For this problem, I found a very complicated solution. Are there any easier methods? I am asking mainly because the final answer was what I intuitively guessed before solving the problem. It is also surprising that after so much work I get such an intuitive result.
Problem: John keeps rolling a standard six-sided dice until it comes up as a 6. What is the expected number of dice rolls?
My Solution: The probability that John rolls only once is $\frac{1}{6}$. The probability that John rolls twice is $\frac{5}{6}\cdot\frac{1}{6}$. The probability that John rolls three times is $\frac{5}{6}\cdot\frac{5}{6}\cdot\frac{1}{6}$. Seeing the pattern, the probability that John rolls $k$ times is $\frac{1}{6} \cdot \left(\frac{5}{6}\right)^{k-1}$. We verify this by adding all $k$ from $1$ onwards to $\infty$ and checking if that is $1$. This works because positive integers are the only number of times that John can roll. $$\sum_{n=1}^{\infty} \frac{1}{6} \cdot \left(\frac{5}{6}\right)^{i-1} = 1$$What we want is the sum of the arithmetico-geometric sequence $$\sum_{n=1}^{\infty} \frac{i}{6} \cdot \left(\frac{5}{6}\right)^{i-1} = \hspace{1mm}?$$To get a better idea of what this sequence is, we expand out a few terms. $1 \cdot \frac{1}{6} + 2 \cdot \frac{5}{6}\cdot\frac{1}{6} + 3 \cdot \frac{1}{6} \cdot \left(\frac{5}{6}\right)^{2} + \cdots$. Now we factor the initial term, $\frac{1}{6} \left(1 + 2 \cdot \frac{5}{6} + 3 \cdot \left(\frac{5}{6}\right)^{2} + \cdots \right)$. We let $S = 1 + 2 \cdot \frac{5}{6} + 3\left(\frac{5}{6}\right)^{2} + \cdots$. We can now use the trick for any geometric sequence on this sequence. $\frac{5}{6}S = \frac{5}{6} + 2\left( \frac{5}{6}\right)^2 + 3\left(\frac{5}{6}\right)^{3} + \cdots$. Subtracting the second equation from the first gives us $\frac{1}{6}S = 1 + \frac{5}{6} + \left(\frac{5}{6}\right)^2 + \left(\frac{5}{6}\right)^3 + \cdots$. This leads to $S = 36$. The expression we want is $\frac{S}{6} = \boxed{6}$
Edit: My question is different than the other one because I am asking for an explanation on why the answer is the intuitive one and if there are any better methods to solve while that question is only asking for the answer.

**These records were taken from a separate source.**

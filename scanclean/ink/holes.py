"""Pinholes in strokes, where toner or type left a gap, are filled; counters of letters stay."""

from __future__ import annotations

from dataclasses import dataclass

from scanclean.sets.morphology import fill_holes
from scanclean.sets.runs import RunSet
from scanclean.settings import setting
from scanclean.units import Length, Resolution

__all__ = ["HoleSettings", "find_pinholes"]

# The smallest counter of printed type, that of e, is about a stroke high and wider than high, so a
# hole of an eighth of a stroke's square is far below it; a 4-pixel stroke may lose 2 pixels.
_SHARE_OF_STROKE = 1 / 8


@dataclass(frozen=True)
class HoleSettings:
    """What counts as a pinhole."""

    enabled: bool = setting(True, "fill pinholes in strokes")
    max_width: Length | None = setting(
        None,
        "holes of no more area than a square of this width are filled; auto: an eighth of the "
        "square of the stroke width",
        auto=True,
    )


def find_pinholes(
    ink: RunSet, *, stroke_px: float, resolution: Resolution, settings: HoleSettings
) -> RunSet:
    """The paper inside ink that should be ink.

    Parameters
    ----------
    ink : RunSet
    stroke_px : float
        The page's stroke width in pixels.
    resolution : Resolution
    settings : HoleSettings

    Returns
    -------
    RunSet
        Disjoint from `ink`; empty where switched off.
    """
    if settings.max_width is None:
        max_area = int(_SHARE_OF_STROKE * stroke_px**2)
    else:
        max_area = int(settings.max_width.px(resolution.x) * settings.max_width.px(resolution.y))
    if not settings.enabled or max_area < 1:
        return RunSet.empty(ink.shape)
    return fill_holes(ink, max_area=max_area) - ink
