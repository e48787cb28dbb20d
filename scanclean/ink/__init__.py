"""From pixels to ink: the paper measured, the threshold, what is shade, edge or pinhole."""
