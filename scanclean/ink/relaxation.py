"""Ink on a hard page: two guesses from the outlines of its strokes, settled by relaxation.

The energy is Howe's: ink wants the Laplacian of the contrast positive, paper wants it negative,
and neighbours want to be alike unless an outline runs between them. Instead of a graph cut, its
relaxed form is descended a few steps from a good start; that is as good, and cheaper.
"""

from __future__ import annotations

from typing import TypeVar

import numpy as np
from numpy.typing import NDArray

from scanclean.ink.blocks import Surface
from scanclean.ink.contrast import INK, Contrast
from scanclean.ink.outlines import Outlines

__all__ = ["outline_level", "relaxed_ink"]

_STEPS = 3  # of the relaxation
_MARGIN = _STEPS + 4  # pixels round a tile that have a say in it
_TILE = (96, 1024)
_PAPER = np.uint8(0.05 * INK)  # what has less contrast is surely paper
_PAPER_PULL = -2.0
_DATA = 1 / 3  # weight of the Laplacian against the links
_SOLID = 0.6 * INK  # contrast that makes ink far from any outline
_FEWEST = 0.04  # outline pixels a pixel of stroke width that make a level
_FULL_OUTLINE = (1.0, 4.0)  # stroke widths in px from which on the outline is ink: none, all

_Kind = TypeVar("_Kind", bound=np.generic)


def relaxed_ink(contrast: Contrast, outlines: Outlines) -> NDArray[np.bool_]:
    """Find the ink of a page from its outlines.

    1. First guess: the contrast is above the mean of outline pixels near by (`outline_level`).
    2. Second guess, within two pixels of an outline: the Laplacian of a Gaussian is positive.
    3. Starting from the mean u of both, some projected Jacobi steps towards the minimum over
       0 <= u <= 1 of ``sum w_ij (u_i - u_j)**2 / 2 - sum L_i u_i / 3``, with L the Laplacian of
       the contrast, and links w_ij = 1 between neighbours that no outline parts, else 0.
       Ink is u > 1/2.

    An outline pixel goes with the ink or with the paper as its contrast says. People who trace
    ink count its outline in; so the broader the strokes, the more contrast an outline pixel must
    lack to go with the paper. In thin ones holes would fill up.

    Returns
    -------
    bool, shape (H, W)

    References
    ----------
    N. R. Howe, "Document binarization with automatic parameter tuning", Int. J. Document Analysis
    and Recognition 16(3), 247-258, 2013.
    """
    values = contrast.values
    on_outline = np.zeros(values.shape, bool)
    on_outline.ravel()[outlines.position] = True
    level = outline_level(contrast, outlines)
    thin, broad = _FULL_OUTLINE
    share = np.float32(1 - np.clip((contrast.stroke_px - thin) / (broad - thin), 0, 1))
    mask = np.zeros(values.shape, bool)
    for top in range(0, values.shape[0], _TILE[0]):
        rows = slice(top, min(top + _TILE[0], values.shape[0]))
        wide = slice(max(0, rows.start - _MARGIN), rows.stop + _MARGIN)
        if not (on_outline[wide].any() or values[rows].max() > _SOLID):
            continue
        levels = level.rows(wide)
        for left in range(0, values.shape[1], _TILE[1]):
            columns = slice(left, min(left + _TILE[1], values.shape[1]))
            near = _with_margin(on_outline, rows, columns)
            tile = _with_margin(values, rows, columns)
            if near.any() or tile.max() > _SOLID:
                here = slice(rows.start - wide.start, rows.stop - wide.start)
                mask[rows, columns] = _settled(
                    tile, near, _with_margin(levels, here, columns), share
                )
    return mask


def outline_level(contrast: Contrast, outlines: Outlines) -> Surface:
    """Contrast of the outlines near by, weighted by the squared slope: the border of the ink.

    Where there are next to no outlines, contrast near the ink's own is ink: the inside of large
    letters and solids.

    References
    ----------
    The level of outlines as a threshold: B. Su, S. Lu and C. L. Tan, "Robust document image
    binarization technique for degraded document images", IEEE Trans. Image Processing 22(4),
    1408-1417, 2013; the weights are ours.
    """
    from scipy.ndimage import gaussian_filter

    height, width = contrast.values.shape
    size = max(2, round(contrast.stroke_px / 2))
    shape = (-(-height // size), -(-width // size))
    row, column = np.divmod(outlines.position, width)
    cell = (row // size) * shape[1] + column // size
    weight = outlines.slope**2
    sigma = contrast.stroke_px / size
    total, moment = (
        gaussian_filter(
            np.bincount(cell, weights=w, minlength=shape[0] * shape[1])
            .reshape(shape)
            .astype(np.float32),
            sigma,
            truncate=2.5,
        )
        for w in (weight, weight * outlines.level)
    )
    usual = float(np.median(weight)) if weight.size else 1.0
    enough = _FEWEST * contrast.stroke_px * usual / (2 * np.pi * sigma**2)
    level = np.full(shape, _SOLID, np.float32)
    np.divide(moment, total, out=level, where=total > enough)
    return Surface(level, size, (height, width))


def _with_margin(page: NDArray[_Kind], rows: slice, columns: slice) -> NDArray[_Kind]:
    """A tile and its margin; beyond the page its outermost pixels go on."""
    top, left = rows.start - _MARGIN, columns.start - _MARGIN
    bottom, right = rows.stop + _MARGIN, columns.stop + _MARGIN
    height, width = page.shape
    beyond = [
        (max(0, -top), max(0, bottom - height)),
        (max(0, -left), max(0, right - width)),
    ]
    tile = page[max(0, top) : bottom, max(0, left) : right]
    return np.pad(tile, beyond, mode="edge") if any(map(any, beyond)) else tile


def _settled(
    values: NDArray[np.uint8],
    on_outline: NDArray[np.bool_],
    level: NDArray[np.float32],
    share: np.float32,
) -> NDArray[np.bool_]:
    """Both guesses and their relaxation on one tile; the margin is used up on the way."""
    contrast = values.astype(np.int16)
    fine = _binomial(contrast, 1)  # 16 times the contrast, sigma 0.7
    broad = _binomial(fine, 2, shift=2)  # sigma 1.6
    bend = _laplacian(broad)  # this is what the margin is for: 4 px less on each side
    contrast, values, level = _trim(contrast, 4), _trim(values, 4), _trim(level, 4)
    is_paper = values < _PAPER
    first = values > level
    near = _dilated(_trim(on_outline, 2))
    on_outline = _trim(on_outline, 4)
    second = np.where(near, (bend > 0) & ~is_paper, first)
    u = first.astype(np.float32)
    u += second
    u *= np.float32(0.5)

    inside = on_outline & (values > share * level)
    outside = on_outline & ~inside
    across = _links(contrast, inside, outside)
    down = _links(contrast.T, inside.T, outside.T).T
    # each pixel but the outermost: its links to the left, right, above and below
    links = [across[1:-1, :-1], across[1:-1, 1:], down[:-1, 1:-1], down[1:, 1:-1]]
    weight = sum(links[1:], links[0].astype(np.float32))
    np.maximum(weight, 1e-3, out=weight)
    np.reciprocal(weight, out=weight)
    weights = [link * weight for link in links]
    pull = _laplacian(_trim(fine, 3)).astype(np.float32)
    pull *= np.float32(_DATA / (16 * INK))
    np.copyto(pull, np.float32(_PAPER_PULL * _DATA), where=is_paper[1:-1, 1:-1])
    pull *= weight
    for step in range(_STEPS):
        new = _trim(pull, step).copy()
        part = np.empty_like(new)
        sides = (u[1:-1, :-2], u[1:-1, 2:], u[:-2, 1:-1], u[2:, 1:-1])
        for side, of_side in zip(sides, weights, strict=True):
            new += np.multiply(side, _trim(of_side, step), out=part)
        u = np.clip(new, 0, 1, out=new)
    return u > np.float32(0.5)


def _trim(page: NDArray[_Kind], margin: int) -> NDArray[_Kind]:
    return page[margin:-margin, margin:-margin] if margin else page


def _binomial(values: NDArray[np.int16], reach: int, *, shift: int = 0) -> NDArray[np.int16]:
    """Sums by 1-2-1 over both axes, taken ``reach`` pixels apart, each divided by 2**shift.

    Returns
    -------
    int16, shape (h - 2 reach, w - 2 reach)
    """
    for _ in range(2):
        total = values[: -2 * reach] + values[2 * reach :]
        total += values[reach:-reach]
        total += values[reach:-reach]
        total >>= shift
        values = total.T
    return values


def _laplacian(values: NDArray[np.int16]) -> NDArray[np.int16]:
    """Four times a value less its four neighbours; int16, shape (h - 2, w - 2)."""
    result = 4 * values[1:-1, 1:-1]
    result -= values[:-2, 1:-1]
    result -= values[2:, 1:-1]
    result -= values[1:-1, :-2]
    result -= values[1:-1, 2:]
    return result


def _links(
    contrast: NDArray[np.int16], inside: NDArray[np.bool_], outside: NDArray[np.bool_]
) -> NDArray[np.bool_]:
    """Links of each pixel with the next one in its row; shape (h, w - 1).

    An outline pixel that goes with the ink has none with lighter pixels, one that goes with the
    paper none with darker ones.
    """
    falls = contrast[:, 1:] < contrast[:, :-1]
    cut = (inside[:, :-1] | outside[:, 1:]) & falls
    cut |= (inside[:, 1:] | outside[:, :-1]) & ~falls
    return ~cut


def _dilated(mask: NDArray[np.bool_]) -> NDArray[np.bool_]:
    """Dilation by a box of 5 x 5; shape (h - 4, w - 4)."""
    for _ in range(2):
        mask = (mask[:-4] | mask[1:-3] | mask[2:-2] | mask[3:-1] | mask[4:]).T
    return mask
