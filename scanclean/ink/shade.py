"""What is dark but no writing: show-through, stains and shadows, known by their soft outlines."""

from __future__ import annotations

import numpy as np
from numpy.typing import NDArray

from scanclean.ink.contrast import Contrast
from scanclean.ink.outlines import Outlines
from scanclean.sets.labels import label
from scanclean.sets.runs import RunSet

__all__ = ["find_shade"]

_REFERENCE = 0.8  # quantile over the outlines of the page's larger pieces
_LARGER = 3.0  # squared stroke widths
_EXTENT = (1.5, 3.0, 6.0, 12.0, 20.0)  # of a piece, in stroke widths
_NEEDED = (0.6, 0.5, 0.42, 0.28, 0.22)  # crispness of ink of that extent
_SHADOW_THICKNESS = 1.0  # stroke widths; and long, and from the page's border: a shadow
_SHADOW_EXTENT = 50.0


def find_shade(ink: RunSet, contrast: Contrast, outlines: Outlines) -> RunSet:
    """Find the pieces of ink that are no writing.

    A piece is compared with the ink of its page by two measures: the slope of the contrast over
    its outline, and its contrast. Show-through is faint and blurred by the paper; a faint pencil
    is as sharp as its contrast lets it be. So with slope g and contrast c as shares of the
    page's, the crispness ``g min(1, g / c)**2`` decides. Small pieces need more of it, since
    grain is made of small pieces.

    Long broad pieces that run into the page's border are shadows whatever their outlines.

    Parameters
    ----------
    ink : RunSet
    contrast, outlines
        Of the same page.

    Returns
    -------
    RunSet
        Whole components (8-connected) of ``ink``.
    """
    pieces = label(ink)
    if pieces.n == 0:
        return ink
    height, width = ink.shape
    stroke = contrast.stroke_px
    piece = np.repeat(pieces.run_label, ink.length)
    first = ink.row * width + ink.start
    position = np.repeat(first - np.cumsum(ink.length) + ink.length, ink.length)
    position += np.arange(position.size)

    # darkness weighted by itself, so that the blurred rim of thin strokes counts little
    value = contrast.values.ravel()[position].astype(np.float32)
    total = np.bincount(piece, weights=value, minlength=pieces.n)
    depth = np.bincount(piece, weights=value * value, minlength=pieces.n) / np.maximum(total, 1.0)

    on_rim = ~_inside(ink.to_mask()).ravel()[position]
    rim = piece[on_rim]
    rim_length = np.maximum(np.bincount(rim, minlength=pieces.n), 1)
    steepest = _steepest_near(outlines.slopes, position[on_rim])
    slope = np.bincount(rim, weights=steepest, minlength=pieces.n) / rim_length

    left, top, right, bottom = pieces.box.T
    on_border = (left == 0) | (top == 0) | (right == width) | (bottom == height)
    extent = np.maximum(right - left, bottom - top) / stroke
    thickness = 2 * pieces.area / rim_length / stroke
    shadow = on_border & (thickness > _SHADOW_THICKNESS) & (extent > _SHADOW_EXTENT)

    reference = (pieces.area > _LARGER * stroke**2) & ~shadow
    free = reference & ~on_border
    if rim_length[free].sum() > 0.3 * rim_length[reference].sum():
        reference = free
    if not reference.any():
        reference = ~shadow if not shadow.all() else shadow
    weight = rim_length[reference]
    slope = slope / max(_weighted_quantile(slope[reference], weight, _REFERENCE), 1e-6)
    depth = depth / max(_weighted_quantile(depth[reference], weight, _REFERENCE), 1e-6)
    crispness = slope * np.minimum(1.0, slope / np.maximum(depth, 0.01)) ** 2
    needed = np.exp(np.interp(np.log(extent), np.log(_EXTENT), np.log(_NEEDED)))
    return pieces.keep((crispness < needed) | shadow)


def _inside(mask: NDArray[np.bool_]) -> NDArray[np.bool_]:
    """Erosion by a box of 3 x 3; what lies beyond the page erodes nothing."""
    across = mask.copy()
    across[:, 1:] &= mask[:, :-1]
    across[:, :-1] &= mask[:, 1:]
    both = across.copy()
    both[1:] &= across[:-1]
    both[:-1] &= across[1:]
    return both


def _steepest_near(slopes: NDArray[np.uint8], position: NDArray[np.int64]) -> NDArray[np.uint8]:
    """Largest slope in the 3 x 3 pixels round flat positions."""
    flat, width = slopes.ravel(), slopes.shape[1]
    steepest = np.zeros(position.size, np.uint8)
    for down in (-width, 0, width):
        for across in (-1, 0, 1):
            # the page's outermost pixels have no slope: leaving it there is harmless
            near = np.clip(position + (down + across), 0, flat.size - 1)
            np.maximum(steepest, flat[near], out=steepest)
    return steepest


def _weighted_quantile(
    values: NDArray[np.float64], weights: NDArray[np.int64], share: float
) -> float:
    order = np.argsort(values)
    count = np.cumsum(weights[order])
    return float(values[order][np.searchsorted(count, share * count[-1])])
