def _long_columns(full: NDArray[np.bool_], length: int) -> NDArray[np.bool_]:
    """Cells of a (K, R) array in stretches of at least `length` true ones, and two cells around."""
    n_rows = full.shape[1]
    if n_rows < length:
        return np.zeros_like(full)
    run = np.cumsum(np.pad(full, ((0, 0), (1, 0))), axis=1)
    begins: NDArray[np.bool_] = run[:, length:] - run[:, :-length] == length
    edges = np.zeros((len(full), n_rows + 1), np.int64)
    edges[:, : begins.shape[1]] += begins
    edges[:, length:] -= begins
    inside = np.cumsum(edges[:, :-1], axis=1) > 0
    grown = inside.copy()
    for distance in (1, 2):
        grown[:, distance:] |= inside[:, :-distance]
        grown[:, :-distance] |= inside[:, distance:]
    return grown


# ---- turning a page upright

You can also use the fact that:
$$\sum_{i=1}^{\infty}ik^{i-1}=\left(\sum_{i=0}^{\infty}k^{i}\right)'=\frac{1}{(1-k)^2} $$
So:
$$\sum_{n=1}^{\infty} \frac{i}{6} \cdot \left(\frac{5}{6}\right)^{i-1} =$$
$$\frac{1}{6}\sum_{n=1}^{\infty} {i} \cdot \left(\frac{5}{6}\right)^{i-1} =$$
$$\frac{1}{6}\frac{1}{(1-\frac{5}{6})^2} = \frac{36}{6} = 6 $$
For a far more informal (indeed, in my eyes not worthy of the name 'proof') way to think about this: as you throw a dice a bunch of times, the expected number of 1's, 2's, 3's, etc. that you will have thrown should be the same. So, when you get one 6 (or: if you want: when the expected number of 6's thrown reaches 1), you can expect to have thrown one 1, one 2, etc. as well, i.e. you can expect to have thrown the dice 6 times. Again, I myself am actually not fully convinced by this line of reasoning, and prefer the mathematical solution, but I have obtained what turned out to be the correct answer with this line of thinking at other places ... So maybe it can be considered a way to get a hypothesis going, to be proven by a proper mathematical proof.